# YOUR TASK:
All entries must be set down once more, precisely as given.

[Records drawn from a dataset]
________________________________________

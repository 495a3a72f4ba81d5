#!/usr/bin/env node
// End-to-end test of the packaged extension in a real VS Code build: code-server 4.100.3 on 127.0.0.1,
// driven by Debian's headless Chromium through playwright-core. It installs trialbook.vsix, opens an
// invented .trial file with one unknown level, and waits for signals (never fixed sleeps): the error
// squiggle, the Problems entry, a hover with the ANOVA table, the quick fix (applied: the squiggle goes),
// the status bar item, and the report panel with its SVG plots; it screenshots the report in the dark
// and the light theme. Recipe and pitfalls: the shared e2e notes (README of ../shared/e2e).
// Env: E2E_WORK (tools, default /tmp/trialbook-e2e), TRIALBOOK_VSIX, SHOT_DIR, CS_PORT, KEEP_TMP=1.
"use strict";
const { spawn, execFileSync } = require("child_process");
const fs = require("fs");
const os = require("os");
const path = require("path");
const http = require("http");

const ROOT = path.resolve(__dirname, "../..");
const WORK = process.env.E2E_WORK || "/tmp/trialbook-e2e";
const { chromium } = require(path.join(WORK, "driver/node_modules/playwright-core"));
const CS = path.join(WORK, "cs/node_modules/.bin/code-server");
const VSIX = process.env.TRIALBOOK_VSIX || path.join(ROOT, "trialbook.vsix");
const SHOTS = process.env.SHOT_DIR || path.join(ROOT, "test/e2e/screenshots");
const PORT = Number(process.env.CS_PORT || 18181);
const BASE = `http://127.0.0.1:${PORT}`;
const t0 = Date.now();
const log = (...a) => console.log(`[${((Date.now() - t0) / 1000).toFixed(1)}s]`, ...a);

const tmp = fs.mkdtempSync(path.join(os.tmpdir(), "trialbook-cs-"));
const ud = path.join(tmp, "user-data"), exts = path.join(tmp, "extensions");
const ws = path.join(tmp, "workspace"), prof = path.join(tmp, "chromium-profile");
for (const d of [path.join(ud, "User"), exts, ws, prof, SHOTS]) fs.mkdirSync(d, { recursive: true });

// The invented two-factor sample with one run whose resin is not a declared level: an unknown-level
// error whose quick fix declares the level.
const sample = fs.readFileSync(path.join(ROOT, "samples/two-factor.trial"), "utf8").replace("r18  virgin   40 ", "r18  recycled 40 ");
if (!sample.includes("recycled")) throw new Error("the sample changed: cannot plant the unknown level");
fs.writeFileSync(path.join(ws, "cover.trial"), sample);
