//! The whole check on a path of 30,000+ samples (on one thread, and on two: the main walk in
//! chunks on both, beside the configuration table), next to a plain `k` IK loop over the same sample poses
//! (warm-started from the previous solution) in the same run.
//!
//! Run: `cargo bench --bench check`
#![allow(non_snake_case)]

use armpath::check::{check, CheckOptions};
use armpath::job::{self, Overrides};
use armpath::plan::plan;
use armpath::report::Report;
use armpath::robot::load_urdf;
use criterion::{criterion_group, criterion_main, Criterion};
use k::InverseKinematicsSolver;
use std::hint::black_box;
use std::time::Duration;

/// The demo seam without its joint-move approach (so that every sample is a Cartesian pose
/// both solvers can be given), sampled every 0.012 mm: about 31,700 samples.
const PATH: &str = "units: {length: mm, angle: deg}
robot: ROBOT
tool: {xyz: [0, 0, 180], rpy: [0, 0, 0]}
work_frame: {xyz: [850, -150, 250], rpy: [0, 0, 0]}
speed: 8
sampling: {step: 0.012, angle_step: 0.5}
waypoints:
  - {name: seam_start, xyz: [0, 0, 0],   rpy: [180, 45, 0]}
  - {name: seam_mid, xyz: [0, 150, 0],   rpy: [180, 45, -10]}
  - {name: seam_end, xyz: [0, 300, 0],   rpy: [180, 45, -10]}
  - {name: retract, xyz: [0, 300, 80],   rpy: [180, 45, -10]}
";

fn bench(c: &mut Criterion) {
    let root = env!("CARGO_MANIFEST_DIR");
    let dir = std::env::temp_dir().join(format!("armpath-bench-{}", std::process::id()));
    std::fs::create_dir_all(&dir).unwrap();
    let file = dir.join("seam.yaml");
    std::fs::write(
        &file,
        PATH.replace("ROBOT", &format!("{root}/robots/arm6.urdf")),
    )
    .unwrap();
    let job = job::load(&file, &Overrides::default()).unwrap();
    let robot = load_urdf(&job.robot, None).unwrap();
    let plan = plan(&job, u64::MAX).unwrap();
    // The sample poses, as the checker makes them.
    let mut targets = vec![plan.first_base()];
    for seg in plan.segments() {
        for i in 1..=seg.steps {
            targets.push(seg.pose_at(i as f64 / seg.steps as f64));
        }
    }
    eprintln!("path of {} samples", targets.len());
    assert!(targets.len() >= 30_000);

    let options = CheckOptions::default();
    let outcome = check(&job, &robot, &options, &mut []).unwrap();
    eprintln!(
        "check: verdict {}, {} samples",
        outcome.verdict().name(),
        outcome.totals.samples
    );
    let start: Vec<f64> = outcome.start.joints.to_vec();

    // k: the same TCP (flange × tool), warm-started, same tolerances.
    let kchain = k::Chain::<f64>::from_urdf_file(format!("{root}/robots/arm6.urdf")).unwrap();
    let flange = kchain.find("flange_mount").unwrap();
    let tcp_node: k::Node<f64> = k::NodeBuilder::new()
        .name("tcp")
        .translation(nalgebra::Translation3::new(0.0, 0.0, 0.18))
        .joint_type(k::JointType::Fixed)
        .finalize()
        .into();
    tcp_node.set_parent(flange);
    let serial = k::SerialChain::from_end(&tcp_node);
    let solver = k::JacobianIkSolver::new(1e-5, 0.001f64.to_radians(), 1.0, 100);

    let mut g = c.benchmark_group("check_30k");
    g.sample_size(10);
    g.measurement_time(Duration::from_secs(20));
    g.bench_function("armpath check (all findings)", |b| {
        b.iter(|| {
            let outcome = check(&job, &robot, &options, &mut []).unwrap();
            black_box(Report::from_outcome(&outcome).unwrap())
        })
    });
    // The same check on two threads: the main walk starts at once, in chunks walked on the
    // rayon workers and handed on in order by this thread, while the configuration table is
    // built on a worker too (the demo seam's first guess holds).
    let two = CheckOptions {
        threads: 2,
        ..options
    };
    g.bench_function("armpath check (all findings, 2 threads)", |b| {
        b.iter(|| {
            let outcome = check(&job, &robot, &two, &mut []).unwrap();
            black_box(Report::from_outcome(&outcome).unwrap())
        })
    });
    g.bench_function("k IK loop (IK only)", |b| {
        b.iter(|| {
            serial.set_joint_positions_unchecked(&start);
            let mut ok = 0usize;
            for t in &targets {
                if solver.solve(&serial, t).is_ok() {
                    ok += 1;
                }
            }
            black_box(ok)
        })
    });
    g.finish();
    let _ = std::fs::remove_dir_all(&dir);
}

criterion_group!(benches, bench);
criterion_main!(benches);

________________________________________

# PROBLEM SOLUTION:
repository 495a3a72f4ba81d5
#!/usr/bin/env node
// End-to-end test of the packaged extension in a real VS Code build: code-server 4.100.3 on 127.0.0.1,
// driven by Debian's headless Chromium through playwright-core. It installs trialbook.vsix, opens an
// invented .trial file with one unknown level, and waits for signals (never fixed sleeps): the error
// squiggle, the Problems entry, a hover with the ANOVA table, the quick fix (applied: the squiggle goes),
// the status bar item, and the report panel with its SVG plots; it screenshots the report in the dark
// and the light theme. Recipe and pitfalls: the shared e2e notes (README of ../shared/e2e).
// Env: E2E_WORK (tools, default /tmp/trialbook-e2e), TRIALBOOK_VSIX, SHOT_DIR, CS_PORT, KEEP_TMP=1.
"use strict";
const { spawn, execFileSync } = require("child_process");
const fs = require("fs");
const os = require("os");
const path = require("path");
const http = require("http");

const ROOT = path.resolve(__dirname, "../..");
const WORK = process.env.E2E_WORK || "/tmp/trialbook-e2e";
const { chromium } = require(path.join(WORK, "driver/node_modules/playwright-core"));
const CS = path.join(WORK, "cs/node_modules/.bin/code-server");
const VSIX = process.env.TRIALBOOK_VSIX || path.join(ROOT, "trialbook.vsix");
const SHOTS = process.env.SHOT_DIR || path.join(ROOT, "test/e2e/screenshots");
const PORT = Number(process.env.CS_PORT || 18181);
const BASE = `http://127.0.0.1:${PORT}`;
const t0 = Date.now();
const log = (...a) => console.log(`[${((Date.now() - t0) / 1000).toFixed(1)}s]`, ...a);

const tmp = fs.mkdtempSync(path.join(os.tmpdir(), "trialbook-cs-"));
const ud = path.join(tmp, "user-data"), exts = path.join(tmp, "extensions");
const ws = path.join(tmp, "workspace"), prof = path.join(tmp, "chromium-profile");
for (const d of [path.join(ud, "User"), exts, ws, prof, SHOTS]) fs.mkdirSync(d, { recursive: true });

// The invented two-factor sample with one run whose resin is not a declared level: an unknown-level
// error whose quick fix declares the level.
const sample = fs.readFileSync(path.join(ROOT, "samples/two-factor.trial"), "utf8").replace("r18  virgin   40 ", "r18  recycled 40 ");
if (!sample.includes("recycled")) throw new Error("the sample changed: cannot plant the unknown level");
fs.writeFileSync(path.join(ws, "cover.trial"), sample);
//! The whole check on a path of 30,000+ samples (on one thread, and on two: the main walk in
//! chunks on both, beside the configuration table), next to a plain `k` IK loop over the same sample poses
//! (warm-started from the previous solution) in the same run.
//!
//! Run: `cargo bench --bench check`
#![allow(non_snake_case)]

use armpath::check::{check, CheckOptions};
use armpath::job::{self, Overrides};
use armpath::plan::plan;
use armpath::report::Report;
use armpath::robot::load_urdf;
use criterion::{criterion_group, criterion_main, Criterion};
use k::InverseKinematicsSolver;
use std::hint::black_box;
use std::time::Duration;

/// The demo seam without its joint-move approach (so that every sample is a Cartesian pose
/// both solvers can be given), sampled every 0.012 mm: about 31,700 samples.
const PATH: &str = "units: {length: mm, angle: deg}
robot: ROBOT
tool: {xyz: [0, 0, 180], rpy: [0, 0, 0]}
work_frame: {xyz: [850, -150, 250], rpy: [0, 0, 0]}
speed: 8
sampling: {step: 0.012, angle_step: 0.5}
waypoints:
  - {name: seam_start, xyz: [0, 0, 0],   rpy: [180, 45, 0]}
  - {name: seam_mid, xyz: [0, 150, 0],   rpy: [180, 45, -10]}
  - {name: seam_end, xyz: [0, 300, 0],   rpy: [180, 45, -10]}
  - {name: retract, xyz: [0, 300, 80],   rpy: [180, 45, -10]}
";

fn bench(c: &mut Criterion) {
    let root = env!("CARGO_MANIFEST_DIR");
    let dir = std::env::temp_dir().join(format!("armpath-bench-{}", std::process::id()));
    std::fs::create_dir_all(&dir).unwrap();
    let file = dir.join("seam.yaml");
    std::fs::write(
        &file,
        PATH.replace("ROBOT", &format!("{root}/robots/arm6.urdf")),
    )
    .unwrap();
    let job = job::load(&file, &Overrides::default()).unwrap();
    let robot = load_urdf(&job.robot, None).unwrap();
    let plan = plan(&job, u64::MAX).unwrap();
    // The sample poses, as the checker makes them.
    let mut targets = vec![plan.first_base()];
    for seg in plan.segments() {
        for i in 1..=seg.steps {
            targets.push(seg.pose_at(i as f64 / seg.steps as f64));
        }
    }
    eprintln!("path of {} samples", targets.len());
    assert!(targets.len() >= 30_000);

    let options = CheckOptions::default();
    let outcome = check(&job, &robot, &options, &mut []).unwrap();
    eprintln!(
        "check: verdict {}, {} samples",
        outcome.verdict().name(),
        outcome.totals.samples
    );
    let start: Vec<f64> = outcome.start.joints.to_vec();

    // k: the same TCP (flange × tool), warm-started, same tolerances.
    let kchain = k::Chain::<f64>::from_urdf_file(format!("{root}/robots/arm6.urdf")).unwrap();
    let flange = kchain.find("flange_mount").unwrap();
    let tcp_node: k::Node<f64> = k::NodeBuilder::new()
        .name("tcp")
        .translation(nalgebra::Translation3::new(0.0, 0.0, 0.18))
        .joint_type(k::JointType::Fixed)
        .finalize()
        .into();
    tcp_node.set_parent(flange);
    let serial = k::SerialChain::from_end(&tcp_node);
    let solver = k::JacobianIkSolver::new(1e-5, 0.001f64.to_radians(), 1.0, 100);

    let mut g = c.benchmark_group("check_30k");
    g.sample_size(10);
    g.measurement_time(Duration::from_secs(20));
    g.bench_function("armpath check (all findings)", |b| {
        b.iter(|| {
            let outcome = check(&job, &robot, &options, &mut []).unwrap();
            black_box(Report::from_outcome(&outcome).unwrap())
        })
    });
    // The same check on two threads: the main walk starts at once, in chunks walked on the
    // rayon workers and handed on in order by this thread, while the configuration table is
    // built on a worker too (the demo seam's first guess holds).
    let two = CheckOptions {
        threads: 2,
        ..options
    };
    g.bench_function("armpath check (all findings, 2 threads)", |b| {
        b.iter(|| {
            let outcome = check(&job, &robot, &two, &mut []).unwrap();
            black_box(Report::from_outcome(&outcome).unwrap())
        })
    });
    g.bench_function("k IK loop (IK only)", |b| {
        b.iter(|| {
            serial.set_joint_positions_unchecked(&start);
            let mut ok = 0usize;
            for t in &targets {
                if solver.solve(&serial, t).is_ok() {
                    ok += 1;
                }
            }
            black_box(ok)
        })
    });
    g.finish();
    let _ = std::fs::remove_dir_all(&dir);
}

criterion_group!(benches, bench);
criterion_main!(benches);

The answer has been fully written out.